The global PV inverter market is forecast to reach $8.5 billion by 2014, growing at compound annual growth rate of nearly 25% according to a new report from IMS Research. The report also revealed that more than 7 million inverters will be sold in 2014, up from less than one million in 2009.
The new report from IMS Research also found that despite a factory-gate price decline of around 11% in 2010, revenues generated from PV inverters more than doubled, and exceeded $5 billion for the first time. In the longer term, positive growth is predicted to continue, despite on-going price reductions and architecture changes, and the market will double in size again in the next 5 years.
While the development of the PV inverter market is closely linked to PV installations, inverter demand became 'decoupled' from underlying installation growth in 2010 due to shortages, component bottlenecks and double-ordering. The resulting effects were large shifts in suppliers' market share and a major supply-demand imbalance. A bottleneck in component supply in early 2010, coupled with a booming German market led to a severe shortage of inverters, which was further compounded by customers double-ordering amidst the panic. This shortage affected some inverter suppliers much more than others, and suppliers such as SMA lost market share, whilst others such as Power-One captured major share.
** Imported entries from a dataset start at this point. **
// withHole returns m without the faces whose centroid lies within
// radius of the surface point nearest to dir·(large) from the centroid
// of m: a patch of triangles removed, as a fusion leaves where a
// region was never seen or was cleaned away.
func withHole(m *mesh.Mesh, dir r3.Vec, radius float64) *mesh.Mesh {
	out := m.Clone()
	c := m.Bounds().Center()
	// The vertex farthest along dir marks the patch's centre.
	best, at := math.Inf(-1), r3.Vec{}
	for _, v := range m.Vertices {
		if d := r3.Dot(r3.Sub(v, c), dir); d > best {
			best, at = d, v
		}
	}
	kept := out.Faces[:0]
	for _, f := range out.Faces {
		fc := r3.Scale(1.0/3, r3.Add(r3.Add(m.Vertices[f[0]], m.Vertices[f[1]]), m.Vertices[f[2]]))
		if r3.Norm(r3.Sub(fc, at)) < radius {
			continue
		}
		kept = append(kept, f)
	}
	out.Faces = kept
	out.RemoveUnreferencedVertices()
	return out
}

// cutBelow returns m without every face that has a vertex below z: a
// scan whose lower part was lost (cropped with the support, never
// seen).
func cutBelow(m *mesh.Mesh, z float64) *mesh.Mesh {
	out := m.Clone()
	kept := out.Faces[:0]
	for _, f := range out.Faces {
		if m.Vertices[f[0]].Z < z || m.Vertices[f[1]].Z < z || m.Vertices[f[2]].Z < z {
			continue
		}
		kept = append(kept, f)
	}
	out.Faces = kept
	out.RemoveUnreferencedVertices()
	return out
}

// scaledMesh returns m scaled by k about the origin.
func scaledMesh(m *mesh.Mesh, k float64) *mesh.Mesh {
	out := m.Clone()
	for i, v := range out.Vertices {
		out.Vertices[i] = r3.Scale(k, v)
	}
	return out
}

// smeared returns m with every vertex colour replaced by the mean colour
// of the vertices within radius: the blur of a fusion whose frames were
// misregistered or whose light changed, which washes out prints and
// labels.
func smeared(m *mesh.Mesh, radius float64) *mesh.Mesh {
	out := m.Clone()
	tree := mesh.NewKDTree(m.Vertices)
	var idx []int
	for i, v := range m.Vertices {
		idx = tree.Radius(v, radius, idx[:0])
		var r, g, b float64
		for _, j := range idx {
			c := m.Colors[j]
			r, g, b = r+float64(c.R), g+float64(c.G), b+float64(c.B)
		}
		n := float64(len(idx))
		out.Colors[i] = mesh.RGB{R: uint8(r/n + 0.5), G: uint8(g/n + 0.5), B: uint8(b/n + 0.5)}
	}
	return out
}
IMS Research's latest report has confirmed that this shortage has now abated and the balance has shifted towards a major oversupply of inverters, with high levels of inventory recorded in Q4'10, leaking into Q1'11. PV Research Director, Ash Sharma commented "Despite the shortage of inverters at the beginning of 2010, IMS Research estimates that more than 2 GW of inverters were produced that were not needed. This has led to high inventory levels, both at suppliers' warehouses, and throughout the supply chain. This came as a direct result of double-orders being fulfilled and has also led to cancellations and push-backs of orders."
As a result of the shortage, many inverter suppliers announced major capacity expansions and total industry capacity was more than 30 GW in 2010 - double the year before. In spite of this massive capacity expansion, factory utilization actually increased significantly in 2010 to around 70%, hitting close to 90% in Q3'10. Aggressive capacity expansions are expected to continue this year reveals IMS Research and Ash Sharma commented "Inverter suppliers continue to add capacity, most notably in Asia and North America. A further 12-15 GW of additional capacity is planned to be added in 2011 which is somewhat surprising given the uncertain market outlook in 2012 and many suppliers are certainly not being cautious in their expansion plans."
Despite the high demand and tight supply in 2010, factory-gate inverter prices actually dropped steeply by around 11%, although many end-customers saw prices increasing significantly due to distributors capitalizing on the short supply situation. Declining prices were not however due to the increasing capacity, but in fact more linked to a mix change, with higher volumes being sold to Germany which typically commands lower prices. In 2011, some like-for-like price declines of 10-15% are predicted, however a shift away from Germany will help adjust the mix once more and support a more modest average price decline.
Although announcements from microinverter and power optimizer vendors grabbed the headlines in 2010, the biggest architecture changes came from traditional inverter suppliers with a dramatic shift toward small three-phase products, typically rated below 20kW. These products were in fact the fastest selling in 2010 and gained major share due to installers' preferences for these products in commercial installations up to 100-200kW. Very large inverters above 500kW also experienced high growth in 2010, with shipments increasing by more than 250% due to robust demand from MW-scale PV plants around the world.
In the longer-term, IMS Research predicts this will be one of the most promising segments of the market for a number of reasons, Ash Sharma commented, "Large central inverters above 500kW or even 1MW will become an increasingly attractive business area for many suppliers as high demand is anticipated from utility-scale projects in several countries, including the USA and India. In addition these products are typically highly engineered, with advanced functionality and design which attract healthy margins and also prevent low-cost competitors from stealing market share."